Reproduce the full set of records that follow, exactly as shown.

STUDY MATERIAL:

---

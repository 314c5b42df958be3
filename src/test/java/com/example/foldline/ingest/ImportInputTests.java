package com.example.foldline.ingest;

import static org.assertj.core.api.Assertions.assertThat;

import java.io.ByteArrayInputStream;
import java.io.IOException;
import java.nio.charset.StandardCharsets;
import java.util.ArrayList;
import java.util.List;

import org.junit.jupiter.api.Test;

/**
 * Issue #8: the import reader's records, line numbers and byte offsets. CSV rules from RFC 4180 (Shafranovich, 2005,
 * "Common Format and MIME Type for Comma-Separated Values (CSV) Files", DOI 10.17487/RFC4180).
 */
class ImportInputTests {

    static ImportInput input(String text, int maxRecordBytes) {
        byte[] bytes = text.getBytes(StandardCharsets.UTF_8);
        return new ImportInput(new ByteArrayInputStream(bytes), 0, 0, maxRecordBytes);
    }

    static List<ImportInput.CsvRecord> csv(String text) throws IOException {
        ImportInput in = input(text, 1024);
        in.skipByteOrderMark();
        List<ImportInput.CsvRecord> records = new ArrayList<>();
        ImportInput.CsvRecord r;
        while ((r = in.nextCsv(',')) != null) {
            records.add(r);
        }
        return records;
    }

    @Test
    void csvFieldsFollowRfc4180() throws IOException {
        List<ImportInput.CsvRecord> r = csv("\uFEFFa,b,c\r\n\"x, y\",\"say \"\"hi\"\"\",\"two\nlines\"\r\n1,,3\nlast,é,\"\"");
        assertThat(r).hasSize(4);
        assertThat(r.get(0).fields()).containsExactly("a", "b", "c");
        assertThat(r.get(1).fields()).containsExactly("x, y", "say \"hi\"", "two\nlines");
        assertThat(r.get(2).fields()).containsExactly("1", "", "3");
        assertThat(r.get(3).fields()).containsExactly("last", "é", "");
        // a record starts on the physical line of its first character; a quoted line break moves the next one down
        assertThat(r.stream().map(ImportInput.CsvRecord::number)).containsExactly(1L, 2L, 4L, 5L);
        assertThat(r).allSatisfy(x -> assertThat(x.problem()).isNull());
    }

    @Test
    void malformedCsvIsReportedNotGuessed() throws IOException {
        assertThat(csv("a,b\"c\n").get(0).problem()).contains("quote inside an unquoted field");
        assertThat(csv("a,\"open\n").get(0).problem()).contains("not closed");
    }

    @Test
    void offsetsLetAReaderResumeAtARecordBoundary() throws IOException {
        String text = "{\"a\":1}\r\n\n{\"b\":2}\n{\"c\":3}";
        ImportInput in = input(text, 1024);
        assertThat(new String(in.nextLine().bytes(), 0, 7, StandardCharsets.UTF_8)).isEqualTo("{\"a\":1}");
        in.nextLine();
        ImportInput.Line b = in.nextLine();
        assertThat(b.number()).isEqualTo(3);
        assertThat(b.length()).isEqualTo(7);
        long offset = in.position();
        assertThat(offset).isEqualTo("{\"a\":1}\r\n\n{\"b\":2}\n".length());

        byte[] bytes = text.getBytes(StandardCharsets.UTF_8);
        ImportInput resumed = new ImportInput(new ByteArrayInputStream(bytes, (int) offset, bytes.length - (int) offset),
                offset, in.linesRead(), 1024);
        ImportInput.Line c = resumed.nextLine();
        assertThat(c.number()).isEqualTo(4);
        assertThat(new String(c.bytes(), 0, c.length(), StandardCharsets.UTF_8)).isEqualTo("{\"c\":3}");
        assertThat(resumed.nextLine()).isNull();
        assertThat(resumed.position()).isEqualTo(bytes.length);
    }

    @Test
    void aTooLongLineIsSkippedWithoutHoldingIt() throws IOException {
        ImportInput in = input("x".repeat(5000) + "\nok\n", 1024);
        ImportInput.Line first = in.nextLine();
        assertThat(first.tooLong()).isTrue();
        ImportInput.Line second = in.nextLine();
        assertThat(second.number()).isEqualTo(2);
        assertThat(new String(second.bytes(), 0, second.length(), StandardCharsets.UTF_8)).isEqualTo("ok");
    }
}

---

OUTPUT FOR THIS TASK:
repository 314c5b42df958be3
filename src/test/java/com/example/foldline/ingest/ImportInputTests.java
package com.example.foldline.ingest;

import static org.assertj.core.api.Assertions.assertThat;

import java.io.ByteArrayInputStream;
import java.io.IOException;
import java.nio.charset.StandardCharsets;
import java.util.ArrayList;
import java.util.List;

import org.junit.jupiter.api.Test;

/**
 * Issue #8: the import reader's records, line numbers and byte offsets. CSV rules from RFC 4180 (Shafranovich, 2005,
 * "Common Format and MIME Type for Comma-Separated Values (CSV) Files", DOI 10.17487/RFC4180).
 */
class ImportInputTests {

    static ImportInput input(String text, int maxRecordBytes) {
        byte[] bytes = text.getBytes(StandardCharsets.UTF_8);
        return new ImportInput(new ByteArrayInputStream(bytes), 0, 0, maxRecordBytes);
    }

    static List<ImportInput.CsvRecord> csv(String text) throws IOException {
        ImportInput in = input(text, 1024);
        in.skipByteOrderMark();
        List<ImportInput.CsvRecord> records = new ArrayList<>();
        ImportInput.CsvRecord r;
        while ((r = in.nextCsv(',')) != null) {
            records.add(r);
        }
        return records;
    }

    @Test
    void csvFieldsFollowRfc4180() throws IOException {
        List<ImportInput.CsvRecord> r = csv("\uFEFFa,b,c\r\n\"x, y\",\"say \"\"hi\"\"\",\"two\nlines\"\r\n1,,3\nlast,é,\"\"");
        assertThat(r).hasSize(4);
        assertThat(r.get(0).fields()).containsExactly("a", "b", "c");
        assertThat(r.get(1).fields()).containsExactly("x, y", "say \"hi\"", "two\nlines");
        assertThat(r.get(2).fields()).containsExactly("1", "", "3");
        assertThat(r.get(3).fields()).containsExactly("last", "é", "");
        // a record starts on the physical line of its first character; a quoted line break moves the next one down
        assertThat(r.stream().map(ImportInput.CsvRecord::number)).containsExactly(1L, 2L, 4L, 5L);
        assertThat(r).allSatisfy(x -> assertThat(x.problem()).isNull());
    }

    @Test
    void malformedCsvIsReportedNotGuessed() throws IOException {
        assertThat(csv("a,b\"c\n").get(0).problem()).contains("quote inside an unquoted field");
        assertThat(csv("a,\"open\n").get(0).problem()).contains("not closed");
    }

    @Test
    void offsetsLetAReaderResumeAtARecordBoundary() throws IOException {
        String text = "{\"a\":1}\r\n\n{\"b\":2}\n{\"c\":3}";
        ImportInput in = input(text, 1024);
        assertThat(new String(in.nextLine().bytes(), 0, 7, StandardCharsets.UTF_8)).isEqualTo("{\"a\":1}");
        in.nextLine();
        ImportInput.Line b = in.nextLine();
        assertThat(b.number()).isEqualTo(3);
        assertThat(b.length()).isEqualTo(7);
        long offset = in.position();
        assertThat(offset).isEqualTo("{\"a\":1}\r\n\n{\"b\":2}\n".length());

        byte[] bytes = text.getBytes(StandardCharsets.UTF_8);
        ImportInput resumed = new ImportInput(new ByteArrayInputStream(bytes, (int) offset, bytes.length - (int) offset),
                offset, in.linesRead(), 1024);
        ImportInput.Line c = resumed.nextLine();
        assertThat(c.number()).isEqualTo(4);
        assertThat(new String(c.bytes(), 0, c.length(), StandardCharsets.UTF_8)).isEqualTo("{\"c\":3}");
        assertThat(resumed.nextLine()).isNull();
        assertThat(resumed.position()).isEqualTo(bytes.length);
    }

    @Test
    void aTooLongLineIsSkippedWithoutHoldingIt() throws IOException {
        ImportInput in = input("x".repeat(5000) + "\nok\n", 1024);
        ImportInput.Line first = in.nextLine();
        assertThat(first.tooLong()).isTrue();
        ImportInput.Line second = in.nextLine();
        assertThat(second.number()).isEqualTo(2);
        assertThat(new String(second.bytes(), 0, second.length(), StandardCharsets.UTF_8)).isEqualTo("ok");
    }
}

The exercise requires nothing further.